START Input records

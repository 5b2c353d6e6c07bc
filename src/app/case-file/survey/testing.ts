import { signal } from '@angular/core';
import { provideRouter } from '@angular/router';
import type { Endpoint } from '#shared/contracts/endpoint';
import type { Mark } from '#shared/contracts/survey';
import { Api } from '../../core/api/api';
import { CurrentCase } from '../current-case';

export const caseId = '01930000-0000-7000-8000-000000000001';

/** A mark with 20 mm of uncertainty; specs say what matters to them. */
export const aMark = (over: Partial<Mark> = {}): Mark => ({
  id: '01930000-0000-7000-8000-0000000000aa',
  label: '101',
  kind: 'gouge',
  at: [12.5, -3.25],
  covariance: [
    [0.0004, 0],
    [0, 0.0004],
  ],
  height: null,
  trace: null,
  order: null,
  note: '',
  source: { kind: 'entry', by: 'E. Varo', raw: 'x: 12.5 m; y: -3.25 m' },
  version: 1,
  ...over,
});

export interface Sent {
  readonly endpoint: Endpoint;
  readonly request: {
    readonly body?: unknown;
    readonly ifMatch?: number;
    readonly query?: unknown;
  };
}

/** A server that answers by path and notes what was sent. An answer that is an error is thrown. */
export class FakeServer {
  readonly sent: Sent[] = [];
  private readonly answers = new Map<string, unknown>();

  answer(method: string, path: string, value: unknown): this {
    this.answers.set(`${method} ${path}`, value);
    return this;
  }

  call(endpoint: Endpoint, request: Sent['request']): Promise<unknown> {
    if (endpoint.method !== 'GET') this.sent.push({ endpoint, request });
    const path = endpoint.path.replace('/api/cases/:caseId/', '');
    const value = this.answers.get(`${endpoint.method} ${path}`);
    return value instanceof Error ? Promise.reject(value) : Promise.resolve(value);
  }
}

export const surveyProviders = (server: FakeServer, work = true) => [
  provideRouter([]),
  { provide: Api, useValue: server },
  {
    provide: CurrentCase,
    useValue: {
      id: signal(caseId),
      file: signal({ title: 'Spin', xAxisBearing: null, speedUnit: 'km/h' }),
      may: signal({ work, custody: work, direct: false, assign: false }),
      reload: () => undefined,
    },
  },
];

END Input records

• _Assignment_: Copy out each line carrying the string "caseId" from the data.

• _Response area_:
export const caseId = '01930000-0000-7000-8000-000000000001';
    const path = endpoint.path.replace('/api/cases/:caseId/', '');
      id: signal(caseId),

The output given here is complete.